Part 2: Bad cherrypicking of good data
People often wonder how there can be different interpretations of the same datasets. In Part 2 of this activity, we will deliberately set up a "strawman" of a dataset that has been selected to maximize the potential for incorrect interpretation in order to see how different interpretations can arise. To do this we will take advantage of the fact that there is natural variability in the concentration of CO2 in the atmosphere due to the seasonality of plant growth. We will make two plots, each containing several months of data at Mauna Loa.

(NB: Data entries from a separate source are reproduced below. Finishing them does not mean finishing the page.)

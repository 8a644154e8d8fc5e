package propagation

import (
	"errors"
	"math"
	"slices"
	"strings"
	"testing"

	"slantwise/orbit/unit"
)

func TestPathSaysWhatIsMissing(t *testing.T) {
	p, err := NewPath(PathSpec{Frequency: 26.25 * unit.Gigahertz, Exceedance: 1 * Percent, Climate: Climate{Latitude: 58 * unit.Degree, Height: 40 * unit.Metre}})
	if err != nil {
		t.Fatal(err)
	}
	var text strings.Builder
	for _, n := range p.Notes() {
		text.WriteString(n.Kind.String() + ": " + n.Text + "\n")
	}
	for _, want := range []string{
		"default: no atmosphere is stated: P.835-6 high latitude, mean of summer and winter stands in",
		"warning: rain is missing: neither the rain rate exceeded for 0.01 % nor monthly temperatures and rainfalls are stated",
		"warning: cloud is missing: no cloud liquid water is stated",
		"warning: scintillation is missing: the antenna's diameter is not known",
		"default: no integrated water vapour by percentage is stated",
		"a curve of equal probability, not a storm",
	} {
		if !strings.Contains(text.String(), want) {
			t.Errorf("no note %q in\n%s", want, text.String())
		}
	}
	s, err := p.At(30 * unit.Degree)
	if err != nil || s.Rain != 0 || s.Cloud != 0 || s.Scintillation != 0 || !(s.Gas > 0) || s.Total != s.Gas {
		t.Errorf("got %+v, %v, want gas alone", s, err)
	}
}

func TestPathFillsRainByItsRules(t *testing.T) {
	c := climateAt(52, 0)
	c.Rate001, c.RainHeight = nil, nil
	c.Months = &[12]Month{}
	for i := range c.Months {
		c.Months[i] = Month{Temperature: 284, Rainfall: 60}
	}
	p, err := NewPath(PathSpec{Frequency: 26.25 * unit.Gigahertz, Exceedance: 0.1 * Percent, Climate: c, Aperture: dish(2)})
	if err != nil {
		t.Fatal(err)
	}
	s, err := p.At(30 * unit.Degree)
	if err != nil || !(s.Rain > 1) {
		t.Errorf("got %v dB of rain, %v", s.Rain, err)
	}
	found := 0
	for _, n := range p.Notes() {
		if strings.Contains(n.Text, "by P.837-7 Annex 1 from the months") || strings.Contains(n.Text, "no rain height is stated: 2.825 km") {
			found++
		}
	}
	if found != 2 {
		t.Errorf("the rules for rain rate and rain height are not both told: %v", p.Notes())
	}
}

func TestPathRefuses(t *testing.T) {
	good := PathSpec{Frequency: 8.2 * unit.Gigahertz, Exceedance: 1 * Percent, Climate: climateAt(50, 0), Aperture: dish(3)}
	for name, change := range map[string]func(s *PathSpec){
		"frequency 0":           func(s *PathSpec) { s.Frequency = 0 },
		"frequency NaN":         func(s *PathSpec) { s.Frequency = unit.Frequency(math.NaN()) },
		"percentage 0":          func(s *PathSpec) { s.Exceedance = 0 },
		"percentage over 50":    func(s *PathSpec) { s.Exceedance = 60 * Percent },
		"latitude 91":           func(s *PathSpec) { s.Climate.Latitude = 91 * unit.Degree },
		"station in the sky":    func(s *PathSpec) { s.Climate.Height = 20 * unit.Kilometre },
		"satellite in the air":  func(s *PathSpec) { s.SatelliteHeight = 50 * unit.Kilometre },
		"no diameter":           func(s *PathSpec) { s.Aperture = &Aperture{Efficiency: 0.6} },
		"efficiency in percent": func(s *PathSpec) { s.Aperture = &Aperture{3, 60} },
	} {
		s := good
		change(&s)
		var re *unit.RangeError
		if _, err := NewPath(s); !errors.As(err, &re) {
			t.Errorf("%s: got %v, want a *RangeError", name, err)
		}
	}
	s := good
	s.Editions = Editions{P618: 12, P676: 13, P840: 9}
	if _, err := NewPath(s); err == nil {
		t.Error("edition P.618-12: no error")
	}
	// 0.5 % needs gas and cloud at 5 %, which this climate knows only at 1 %.
	s = good
	var err error
	if s.Climate.CloudWater, err = NewCurve("cloud", "kg/m2", Exceeded{1 * Percent, 1}); err != nil {
		t.Fatal(err)
	}
	if _, err := NewPath(s); err == nil || !strings.Contains(err.Error(), "give the value at this percentage too") {
		t.Errorf("cloud known at 1 %% only: got %v", err)
	}
	p, err := NewPath(good)
	if err != nil {
		t.Fatal(err)
	}
	var blocked *BlockedRayError
	if _, err := p.At(-2 * unit.Degree); !errors.As(err, &blocked) || blocked.Least != p.Lowest() {
		t.Errorf("under the horizon: got %v, want a *BlockedRayError from %.3f deg", err, p.Lowest().Degrees())
	}
	var re *unit.RangeError
	for _, el := range []unit.Angle{91 * unit.Degree, unit.Angle(math.NaN())} {
		if _, err := p.At(el); !errors.As(err, &re) {
			t.Errorf("elevation %v: got %v, want a *RangeError", el.Degrees(), err)
		}
	}
}

func TestEditionsByName(t *testing.T) {
	e, err := Newest.With("P.618-13")
	if err == nil {
		e, err = e.With("676-12")
	}
	if want := (Editions{13, 12, 9}); err != nil || e != want {
		t.Errorf("got %v, %v, want %v", e, err, want)
	}
	if _, err := Newest.With("618-12"); err == nil || !strings.Contains(err.Error(), "give one of 618-14, 618-13, ") {
		t.Errorf("618-12: got %v", err)
	}
}

// The current edition of a Recommendation that has one is no fault; two editions of one
// are.
func TestEditionsNamed(t *testing.T) {
	e, err := EditionsNamed([]string{"838-3", "676-12", "P.676-12", "837-7"})
	if want := (Editions{14, 12, 9}); err != nil || e != want {
		t.Errorf("got %v, %v, want %v", e, err, want)
	}
	for _, bad := range [][]string{{"676-12", "676-13"}, {"838-2"}, {""}} {
		if _, err := EditionsNamed(bad); err == nil {
			t.Errorf("%q: no error", bad)
		}
	}
	if got := EditionsWithoutPart([]string{"618-13", "840-8", "838-3"}, "cloud"); len(got) != 1 || got[0] != "618-13" {
		t.Errorf("without part in cloud: %q", got)
	}
	known := BatchModels()
	for _, models := range editionModels {
		for _, m := range models {
			if !slices.Contains(known, m) {
				t.Errorf("%q is no model of a batch", m)
			}
		}
	}
}

// Cross-polarisation of a path is the method's own at its rain.
func TestPathCrossPolar(t *testing.T) {
	p, err := NewPath(kaPath())
	if err != nil {
		t.Fatal(err)
	}
	s, err := p.At(30 * unit.Degree)
	if err != nil {
		t.Fatal(err)
	}
	got, _, err := p.CrossPolar(30 * unit.Degree)
	if err != nil {
		t.Fatal(err)
	}
	want, _, err := CrossPolarDiscrimination(26.25*unit.Gigahertz, 30*unit.Degree, 45*unit.Degree, 1*Percent, s.Rain)
	if err != nil || got != want {
		t.Errorf("got %v dB, want %v dB, %v", got, want, err)
	}
}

Go to NOAA's Trends in Atmospheric Carbon Dioxide page and follow my directions:
Scroll down to the bottom of the page so that you are looking at the plot called “Mauna Loa Daily,
Monthly and Weekly Averages for two years”
Use the slider bars below the plot to make the x axis go from Oct 2016 to April 2017. Take a screenshot of this plot and include it in your document.

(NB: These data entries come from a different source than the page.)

package propagation_test

import (
	"fmt"
	"os"
	"strings"

	"slantwise/downlink/propagation"
	"slantwise/orbit/unit"
)

// A Ka-band path to a site that states its rain, cloud and humidity.
func ExampleNewPath() {
	rate, rainHeight := 35*propagation.MillimetrePerHour, 3*unit.Kilometre
	cloud, err := propagation.NewCurve("cloud liquid water", "kg/m2", propagation.Exceeded{P: 5 * propagation.Percent, Value: 0.45})
	if err != nil {
		fmt.Println(err)
		return
	}
	path, err := propagation.NewPath(propagation.PathSpec{
		Frequency:  26.25 * unit.Gigahertz,
		Exceedance: 1 * propagation.Percent,
		Tilt:       45 * unit.Degree, // circular
		Aperture:   &propagation.Aperture{Diameter: 3.7 * unit.Metre, Efficiency: 0.6},
		Climate: propagation.Climate{Latitude: 58 * unit.Degree, Height: 42 * unit.Metre,
			Rate001: &rate, RainHeight: &rainHeight, CloudWater: cloud},
	})
	if err != nil {
		fmt.Println(err)
		return
	}
	for _, el := range []unit.Angle{10 * unit.Degree, 60 * unit.Degree} {
		s, err := path.At(el)
		if err != nil {
			fmt.Println(err)
			return
		}
		fmt.Printf("%.0f deg: gas %.2f, cloud %.2f, rain %.2f, scintillation %.2f, together %.2f dB\n",
			el.Degrees(), s.Gas, s.Cloud, s.Rain, s.Scintillation, s.Total)
	}
	// Output:
	// 10 deg: gas 1.39, cloud 1.43, rain 5.12, scintillation 1.01, together 8.02 dB
	// 60 deg: gas 0.28, cloud 0.29, rain 2.06, scintillation 0.11, together 2.64 dB
}

// A table goes in and comes out with the model's results behind.
func ExampleRunBatch() {
	in := "site,frequency_ghz,elevation_deg,polarization_tilt_deg,rain_rate_mm_h\nSkerry Point,26.25,30,45,25\n"
	_, err := propagation.RunBatch(propagation.BatchOptions{Model: "rain-specific"}, strings.NewReader(in), os.Stdout, false)
	if err != nil {
		fmt.Println(err)
	}
	// Output:
	// site,frequency_ghz,elevation_deg,polarization_tilt_deg,rain_rate_mm_h,result_rain_specific_attenuation_db_km
	// Skerry Point,26.25,30,45,25,3.85308799546
}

Use the slider bars below the plot to make the x axis span June 2017 - October 2017. Take a screenshot of this plot and include it in your document.
Answer the Part 2 questions on your document.
Here are the Part 2 questions:
- Look at the October to April plot. Pretend you have never seen the full range of data spanning multiple decades. Estimate the rate of change of atmospheric carbon dioxide from this plot.
- Look at the June to October plot. Pretend you have never seen the full range of data spanning multiple decades. Estimate the rate of change of atmospheric carbon dioxide from this plot.
- Why is it so important to sample the atmosphere continuously and for a long period of time?
- What are some of the points raised in this problem set that do not lend themselves to simple table-top experiments in a lab or a classroom?
Submitting your work
Upload your document to the "Lesson 5 - Keeling curve problem set" assignment in Canvas by the due date indicated on the first page of this lesson. Here's what should be in your document: 4 plots from part 1 and the answers to the part 1 questions; two plots from part 2 and answers to the part 2 questions. Name your document like this:
For example, Cardinals second baseman Kolten Wong would name his problem set L5_keelingcurve_kkw16_wong.doc
I will use my general rubric for grading problem sets to grade this activity.